YOUR GOAL -> Scan the listing for the word "checkCorrelation" and report every line that contains it.

DATA ->

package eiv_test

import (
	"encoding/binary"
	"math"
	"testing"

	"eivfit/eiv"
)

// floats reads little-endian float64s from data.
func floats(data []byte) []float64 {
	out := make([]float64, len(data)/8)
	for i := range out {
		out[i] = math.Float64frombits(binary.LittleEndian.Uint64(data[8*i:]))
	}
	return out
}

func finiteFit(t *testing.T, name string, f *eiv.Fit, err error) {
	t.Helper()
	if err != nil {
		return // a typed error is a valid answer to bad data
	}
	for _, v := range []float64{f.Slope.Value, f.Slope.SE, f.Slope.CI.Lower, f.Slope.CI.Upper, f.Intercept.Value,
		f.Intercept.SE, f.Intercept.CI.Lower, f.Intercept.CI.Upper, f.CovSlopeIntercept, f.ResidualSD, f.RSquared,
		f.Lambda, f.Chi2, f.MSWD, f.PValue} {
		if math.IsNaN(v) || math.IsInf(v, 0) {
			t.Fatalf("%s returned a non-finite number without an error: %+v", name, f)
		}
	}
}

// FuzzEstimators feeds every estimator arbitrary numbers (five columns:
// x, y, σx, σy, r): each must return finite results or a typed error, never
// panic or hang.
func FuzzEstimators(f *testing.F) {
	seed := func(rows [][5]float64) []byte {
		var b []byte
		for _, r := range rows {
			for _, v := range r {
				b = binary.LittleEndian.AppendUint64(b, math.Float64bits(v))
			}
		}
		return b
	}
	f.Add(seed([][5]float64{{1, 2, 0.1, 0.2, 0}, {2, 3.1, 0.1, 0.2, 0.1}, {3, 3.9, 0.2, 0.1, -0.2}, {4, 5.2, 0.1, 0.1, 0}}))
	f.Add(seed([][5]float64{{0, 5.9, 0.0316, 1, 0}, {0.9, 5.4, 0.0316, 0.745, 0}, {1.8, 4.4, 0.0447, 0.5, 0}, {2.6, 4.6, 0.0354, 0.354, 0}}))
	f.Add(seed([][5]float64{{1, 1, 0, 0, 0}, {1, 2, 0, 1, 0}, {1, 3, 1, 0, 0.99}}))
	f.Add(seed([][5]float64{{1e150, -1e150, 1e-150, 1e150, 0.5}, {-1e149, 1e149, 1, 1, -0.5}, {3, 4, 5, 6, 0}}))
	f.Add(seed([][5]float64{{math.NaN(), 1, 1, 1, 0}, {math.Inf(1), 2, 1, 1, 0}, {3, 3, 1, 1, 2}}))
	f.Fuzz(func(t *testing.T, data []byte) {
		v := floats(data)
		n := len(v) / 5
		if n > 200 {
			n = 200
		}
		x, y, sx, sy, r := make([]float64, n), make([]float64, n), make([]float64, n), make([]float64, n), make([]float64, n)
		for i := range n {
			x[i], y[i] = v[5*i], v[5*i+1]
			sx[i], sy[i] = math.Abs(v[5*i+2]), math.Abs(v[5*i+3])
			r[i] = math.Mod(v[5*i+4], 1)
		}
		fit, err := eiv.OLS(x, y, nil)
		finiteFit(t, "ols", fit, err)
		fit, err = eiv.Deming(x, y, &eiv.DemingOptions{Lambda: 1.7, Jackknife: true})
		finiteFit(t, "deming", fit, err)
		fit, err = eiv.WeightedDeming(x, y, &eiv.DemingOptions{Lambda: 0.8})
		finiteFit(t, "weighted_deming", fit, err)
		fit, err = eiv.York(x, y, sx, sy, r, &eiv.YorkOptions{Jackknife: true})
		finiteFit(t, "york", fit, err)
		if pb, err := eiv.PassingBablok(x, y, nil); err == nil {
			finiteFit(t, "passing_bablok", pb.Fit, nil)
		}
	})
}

---

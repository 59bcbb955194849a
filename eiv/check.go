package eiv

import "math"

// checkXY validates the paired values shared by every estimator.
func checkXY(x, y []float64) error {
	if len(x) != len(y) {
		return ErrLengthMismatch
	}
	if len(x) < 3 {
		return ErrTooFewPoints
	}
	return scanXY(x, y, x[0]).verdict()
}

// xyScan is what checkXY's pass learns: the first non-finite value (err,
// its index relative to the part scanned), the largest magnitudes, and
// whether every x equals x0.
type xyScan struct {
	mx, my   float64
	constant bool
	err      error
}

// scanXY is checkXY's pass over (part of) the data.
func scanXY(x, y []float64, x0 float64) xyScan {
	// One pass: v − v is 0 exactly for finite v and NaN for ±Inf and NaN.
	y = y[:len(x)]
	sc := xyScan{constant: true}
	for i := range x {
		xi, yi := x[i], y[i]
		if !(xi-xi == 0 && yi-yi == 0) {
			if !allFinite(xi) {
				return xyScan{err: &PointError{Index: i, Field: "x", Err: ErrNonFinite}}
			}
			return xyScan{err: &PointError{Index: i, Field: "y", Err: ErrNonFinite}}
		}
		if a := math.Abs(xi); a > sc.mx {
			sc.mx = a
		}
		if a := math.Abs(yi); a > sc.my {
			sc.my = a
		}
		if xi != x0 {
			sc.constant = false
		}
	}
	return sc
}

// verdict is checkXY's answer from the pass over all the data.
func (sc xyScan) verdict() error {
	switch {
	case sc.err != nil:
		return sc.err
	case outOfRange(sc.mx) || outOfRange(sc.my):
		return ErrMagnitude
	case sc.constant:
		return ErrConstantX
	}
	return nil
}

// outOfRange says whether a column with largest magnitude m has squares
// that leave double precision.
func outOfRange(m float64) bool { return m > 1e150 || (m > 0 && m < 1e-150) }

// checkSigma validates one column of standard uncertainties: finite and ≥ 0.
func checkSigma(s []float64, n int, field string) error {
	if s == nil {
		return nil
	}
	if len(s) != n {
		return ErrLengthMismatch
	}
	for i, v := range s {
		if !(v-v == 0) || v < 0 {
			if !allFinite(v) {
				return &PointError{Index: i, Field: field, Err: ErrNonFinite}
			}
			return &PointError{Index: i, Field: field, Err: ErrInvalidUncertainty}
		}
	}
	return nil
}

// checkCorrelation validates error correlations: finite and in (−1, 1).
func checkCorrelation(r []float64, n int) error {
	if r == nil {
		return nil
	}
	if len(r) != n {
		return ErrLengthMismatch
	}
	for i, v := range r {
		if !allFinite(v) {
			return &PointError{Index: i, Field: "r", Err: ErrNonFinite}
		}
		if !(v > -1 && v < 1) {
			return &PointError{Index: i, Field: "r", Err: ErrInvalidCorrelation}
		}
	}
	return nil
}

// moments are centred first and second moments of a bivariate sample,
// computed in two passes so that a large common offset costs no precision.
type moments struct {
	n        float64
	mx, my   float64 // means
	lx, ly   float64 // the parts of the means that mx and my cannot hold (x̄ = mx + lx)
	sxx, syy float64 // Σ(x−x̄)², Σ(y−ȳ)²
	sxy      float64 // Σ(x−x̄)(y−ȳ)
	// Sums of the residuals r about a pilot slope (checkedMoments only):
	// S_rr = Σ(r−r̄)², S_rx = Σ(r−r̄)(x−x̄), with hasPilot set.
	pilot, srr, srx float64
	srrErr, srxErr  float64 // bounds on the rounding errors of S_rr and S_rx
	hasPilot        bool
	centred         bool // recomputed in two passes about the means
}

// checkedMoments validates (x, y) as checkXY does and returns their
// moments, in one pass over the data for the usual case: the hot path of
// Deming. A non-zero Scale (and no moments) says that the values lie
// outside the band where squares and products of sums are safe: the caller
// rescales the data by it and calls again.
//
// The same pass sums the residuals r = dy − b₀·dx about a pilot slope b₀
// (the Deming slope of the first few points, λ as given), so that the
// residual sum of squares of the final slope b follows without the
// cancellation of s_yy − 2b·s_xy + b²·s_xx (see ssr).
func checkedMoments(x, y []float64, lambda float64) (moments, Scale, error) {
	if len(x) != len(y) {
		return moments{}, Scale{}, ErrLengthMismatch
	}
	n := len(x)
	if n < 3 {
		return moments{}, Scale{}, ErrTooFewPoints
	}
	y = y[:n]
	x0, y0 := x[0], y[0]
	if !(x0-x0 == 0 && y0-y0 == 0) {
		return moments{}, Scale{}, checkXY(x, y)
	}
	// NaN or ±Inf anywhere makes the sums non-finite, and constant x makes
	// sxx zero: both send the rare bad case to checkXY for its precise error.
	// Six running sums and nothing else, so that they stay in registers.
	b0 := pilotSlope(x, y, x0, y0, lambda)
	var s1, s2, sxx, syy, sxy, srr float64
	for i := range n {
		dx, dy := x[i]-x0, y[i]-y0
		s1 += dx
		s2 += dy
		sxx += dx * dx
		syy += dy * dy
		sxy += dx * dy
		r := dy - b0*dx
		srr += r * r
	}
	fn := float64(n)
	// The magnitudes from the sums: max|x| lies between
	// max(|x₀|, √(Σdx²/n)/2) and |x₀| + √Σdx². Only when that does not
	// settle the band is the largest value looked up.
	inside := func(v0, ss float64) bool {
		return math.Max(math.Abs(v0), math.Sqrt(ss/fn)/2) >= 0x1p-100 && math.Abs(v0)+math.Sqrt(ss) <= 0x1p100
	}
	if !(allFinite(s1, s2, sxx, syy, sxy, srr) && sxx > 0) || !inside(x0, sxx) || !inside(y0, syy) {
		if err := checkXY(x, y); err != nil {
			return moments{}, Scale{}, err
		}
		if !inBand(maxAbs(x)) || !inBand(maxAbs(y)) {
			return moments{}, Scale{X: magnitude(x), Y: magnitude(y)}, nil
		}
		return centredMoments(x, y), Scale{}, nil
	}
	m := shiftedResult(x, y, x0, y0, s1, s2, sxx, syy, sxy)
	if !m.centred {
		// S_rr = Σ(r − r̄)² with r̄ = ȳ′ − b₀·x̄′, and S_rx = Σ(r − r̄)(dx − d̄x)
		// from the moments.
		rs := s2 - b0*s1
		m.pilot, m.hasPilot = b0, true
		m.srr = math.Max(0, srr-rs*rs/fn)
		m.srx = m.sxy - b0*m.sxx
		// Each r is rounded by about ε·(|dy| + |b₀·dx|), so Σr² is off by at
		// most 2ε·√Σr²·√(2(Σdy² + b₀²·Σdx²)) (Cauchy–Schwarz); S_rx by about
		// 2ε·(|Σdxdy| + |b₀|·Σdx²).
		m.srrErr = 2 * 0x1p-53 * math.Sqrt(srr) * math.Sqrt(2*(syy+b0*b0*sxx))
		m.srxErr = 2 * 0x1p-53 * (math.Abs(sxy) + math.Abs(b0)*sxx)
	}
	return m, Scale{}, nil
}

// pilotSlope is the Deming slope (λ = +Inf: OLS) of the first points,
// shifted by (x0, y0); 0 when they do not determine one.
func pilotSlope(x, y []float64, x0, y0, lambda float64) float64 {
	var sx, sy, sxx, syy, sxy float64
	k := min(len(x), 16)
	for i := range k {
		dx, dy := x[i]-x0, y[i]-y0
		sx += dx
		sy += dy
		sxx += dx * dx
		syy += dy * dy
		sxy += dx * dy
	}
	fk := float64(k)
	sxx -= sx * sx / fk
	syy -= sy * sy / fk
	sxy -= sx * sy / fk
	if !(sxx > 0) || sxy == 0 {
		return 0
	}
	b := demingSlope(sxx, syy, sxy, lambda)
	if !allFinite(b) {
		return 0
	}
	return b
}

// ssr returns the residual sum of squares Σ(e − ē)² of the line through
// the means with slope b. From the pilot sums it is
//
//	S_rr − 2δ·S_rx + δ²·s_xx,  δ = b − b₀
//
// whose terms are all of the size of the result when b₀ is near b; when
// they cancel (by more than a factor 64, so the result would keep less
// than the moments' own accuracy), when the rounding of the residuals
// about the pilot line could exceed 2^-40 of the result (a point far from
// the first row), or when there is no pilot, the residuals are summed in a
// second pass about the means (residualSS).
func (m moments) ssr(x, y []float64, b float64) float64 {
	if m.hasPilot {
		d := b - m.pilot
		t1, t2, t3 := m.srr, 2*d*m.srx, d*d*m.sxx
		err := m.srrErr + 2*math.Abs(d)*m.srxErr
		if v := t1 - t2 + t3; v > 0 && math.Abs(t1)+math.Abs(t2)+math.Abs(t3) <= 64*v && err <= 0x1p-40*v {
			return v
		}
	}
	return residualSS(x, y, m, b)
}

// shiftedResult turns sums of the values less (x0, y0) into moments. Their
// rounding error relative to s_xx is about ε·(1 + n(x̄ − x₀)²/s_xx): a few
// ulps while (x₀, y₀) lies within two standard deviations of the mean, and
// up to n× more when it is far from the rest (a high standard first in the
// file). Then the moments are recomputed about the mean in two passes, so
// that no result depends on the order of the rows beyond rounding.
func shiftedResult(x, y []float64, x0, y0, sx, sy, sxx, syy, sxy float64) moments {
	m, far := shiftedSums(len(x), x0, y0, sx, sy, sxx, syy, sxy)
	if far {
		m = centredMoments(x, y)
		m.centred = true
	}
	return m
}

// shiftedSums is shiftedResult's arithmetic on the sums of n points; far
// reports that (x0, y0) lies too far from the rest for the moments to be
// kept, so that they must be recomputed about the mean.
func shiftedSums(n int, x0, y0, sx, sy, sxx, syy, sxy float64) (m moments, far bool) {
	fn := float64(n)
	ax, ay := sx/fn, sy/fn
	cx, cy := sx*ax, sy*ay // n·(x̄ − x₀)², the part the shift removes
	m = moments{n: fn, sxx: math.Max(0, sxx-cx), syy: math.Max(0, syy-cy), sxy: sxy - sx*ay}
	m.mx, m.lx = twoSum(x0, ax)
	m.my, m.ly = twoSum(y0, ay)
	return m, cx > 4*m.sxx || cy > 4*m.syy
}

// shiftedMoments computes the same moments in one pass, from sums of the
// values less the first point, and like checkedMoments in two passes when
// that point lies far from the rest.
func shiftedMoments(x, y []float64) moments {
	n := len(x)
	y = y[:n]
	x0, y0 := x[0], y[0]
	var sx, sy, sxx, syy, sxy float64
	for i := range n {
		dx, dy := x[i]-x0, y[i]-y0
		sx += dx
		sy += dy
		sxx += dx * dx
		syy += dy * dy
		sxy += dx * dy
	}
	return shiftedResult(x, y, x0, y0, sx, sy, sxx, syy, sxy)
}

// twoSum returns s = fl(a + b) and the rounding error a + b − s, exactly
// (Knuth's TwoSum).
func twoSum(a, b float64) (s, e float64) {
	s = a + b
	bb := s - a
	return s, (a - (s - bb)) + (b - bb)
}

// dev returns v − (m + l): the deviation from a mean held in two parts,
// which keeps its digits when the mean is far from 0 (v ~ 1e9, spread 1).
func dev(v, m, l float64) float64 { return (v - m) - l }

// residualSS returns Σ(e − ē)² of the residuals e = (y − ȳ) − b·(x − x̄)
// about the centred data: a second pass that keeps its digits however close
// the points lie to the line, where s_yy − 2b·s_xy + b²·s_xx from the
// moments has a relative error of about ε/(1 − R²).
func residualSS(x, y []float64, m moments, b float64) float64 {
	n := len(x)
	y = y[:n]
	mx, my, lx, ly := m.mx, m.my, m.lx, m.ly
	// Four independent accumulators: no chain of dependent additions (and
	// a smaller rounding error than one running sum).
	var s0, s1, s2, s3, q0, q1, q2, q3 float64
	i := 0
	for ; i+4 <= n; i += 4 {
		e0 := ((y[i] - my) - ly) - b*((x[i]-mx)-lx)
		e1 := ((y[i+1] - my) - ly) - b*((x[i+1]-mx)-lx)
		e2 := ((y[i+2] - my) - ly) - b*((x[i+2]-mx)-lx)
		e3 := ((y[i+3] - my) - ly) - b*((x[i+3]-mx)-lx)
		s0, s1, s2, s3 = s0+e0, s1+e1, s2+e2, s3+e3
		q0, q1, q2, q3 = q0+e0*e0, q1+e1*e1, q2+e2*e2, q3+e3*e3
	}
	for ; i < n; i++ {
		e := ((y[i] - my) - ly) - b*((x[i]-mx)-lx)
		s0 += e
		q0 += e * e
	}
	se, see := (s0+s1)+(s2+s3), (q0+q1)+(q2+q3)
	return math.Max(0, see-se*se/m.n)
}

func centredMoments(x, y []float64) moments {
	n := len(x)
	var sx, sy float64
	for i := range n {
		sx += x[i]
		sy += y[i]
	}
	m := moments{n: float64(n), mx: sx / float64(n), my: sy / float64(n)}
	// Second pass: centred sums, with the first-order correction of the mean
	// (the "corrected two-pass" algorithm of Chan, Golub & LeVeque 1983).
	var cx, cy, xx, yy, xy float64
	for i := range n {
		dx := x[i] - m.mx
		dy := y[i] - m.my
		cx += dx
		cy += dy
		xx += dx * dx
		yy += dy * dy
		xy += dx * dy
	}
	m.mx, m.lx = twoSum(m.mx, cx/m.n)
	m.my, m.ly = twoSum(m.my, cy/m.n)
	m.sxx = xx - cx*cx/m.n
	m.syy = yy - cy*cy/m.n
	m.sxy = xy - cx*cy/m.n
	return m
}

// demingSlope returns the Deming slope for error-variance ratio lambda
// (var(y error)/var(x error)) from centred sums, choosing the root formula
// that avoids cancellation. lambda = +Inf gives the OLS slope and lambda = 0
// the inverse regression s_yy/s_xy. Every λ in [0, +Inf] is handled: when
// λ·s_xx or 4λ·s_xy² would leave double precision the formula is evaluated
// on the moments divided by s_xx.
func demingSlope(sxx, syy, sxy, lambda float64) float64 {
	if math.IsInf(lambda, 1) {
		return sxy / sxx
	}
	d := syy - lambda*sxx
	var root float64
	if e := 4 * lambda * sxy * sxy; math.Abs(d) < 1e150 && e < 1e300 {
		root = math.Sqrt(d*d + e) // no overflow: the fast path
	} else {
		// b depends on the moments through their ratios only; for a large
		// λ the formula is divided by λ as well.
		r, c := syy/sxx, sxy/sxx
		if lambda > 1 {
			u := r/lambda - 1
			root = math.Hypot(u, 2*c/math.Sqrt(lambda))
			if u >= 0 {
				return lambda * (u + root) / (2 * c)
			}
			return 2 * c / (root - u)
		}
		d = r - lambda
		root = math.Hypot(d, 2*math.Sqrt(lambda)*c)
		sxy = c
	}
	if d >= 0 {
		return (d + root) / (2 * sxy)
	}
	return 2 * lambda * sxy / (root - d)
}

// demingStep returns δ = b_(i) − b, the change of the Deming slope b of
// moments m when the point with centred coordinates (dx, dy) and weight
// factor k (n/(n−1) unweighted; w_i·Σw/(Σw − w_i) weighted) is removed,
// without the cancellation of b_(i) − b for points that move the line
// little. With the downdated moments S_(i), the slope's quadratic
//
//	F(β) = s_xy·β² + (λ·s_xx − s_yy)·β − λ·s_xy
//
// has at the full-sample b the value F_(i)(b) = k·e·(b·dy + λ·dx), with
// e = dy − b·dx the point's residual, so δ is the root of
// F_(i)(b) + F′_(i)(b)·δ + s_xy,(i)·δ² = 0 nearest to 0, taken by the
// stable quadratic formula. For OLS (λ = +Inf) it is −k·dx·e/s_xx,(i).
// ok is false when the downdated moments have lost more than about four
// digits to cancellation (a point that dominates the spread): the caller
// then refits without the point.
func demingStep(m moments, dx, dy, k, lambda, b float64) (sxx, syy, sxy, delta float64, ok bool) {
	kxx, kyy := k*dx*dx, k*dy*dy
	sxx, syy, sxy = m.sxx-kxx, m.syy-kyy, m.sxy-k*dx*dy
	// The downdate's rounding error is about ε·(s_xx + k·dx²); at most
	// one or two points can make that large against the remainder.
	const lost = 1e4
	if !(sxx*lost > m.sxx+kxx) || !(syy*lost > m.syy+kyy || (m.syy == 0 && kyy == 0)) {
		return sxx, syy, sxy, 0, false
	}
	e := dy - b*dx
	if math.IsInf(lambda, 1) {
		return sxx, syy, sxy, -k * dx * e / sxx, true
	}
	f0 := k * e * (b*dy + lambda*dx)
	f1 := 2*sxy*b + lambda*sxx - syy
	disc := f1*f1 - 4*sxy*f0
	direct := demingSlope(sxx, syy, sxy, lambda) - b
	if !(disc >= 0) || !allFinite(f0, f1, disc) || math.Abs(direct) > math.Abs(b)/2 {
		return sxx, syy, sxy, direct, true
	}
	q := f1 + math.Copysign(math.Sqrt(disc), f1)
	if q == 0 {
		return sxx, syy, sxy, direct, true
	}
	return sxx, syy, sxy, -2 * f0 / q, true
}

EXPECTED ANSWER ->
// checkCorrelation validates error correlations: finite and in (−1, 1).
func checkCorrelation(r []float64, n int) error {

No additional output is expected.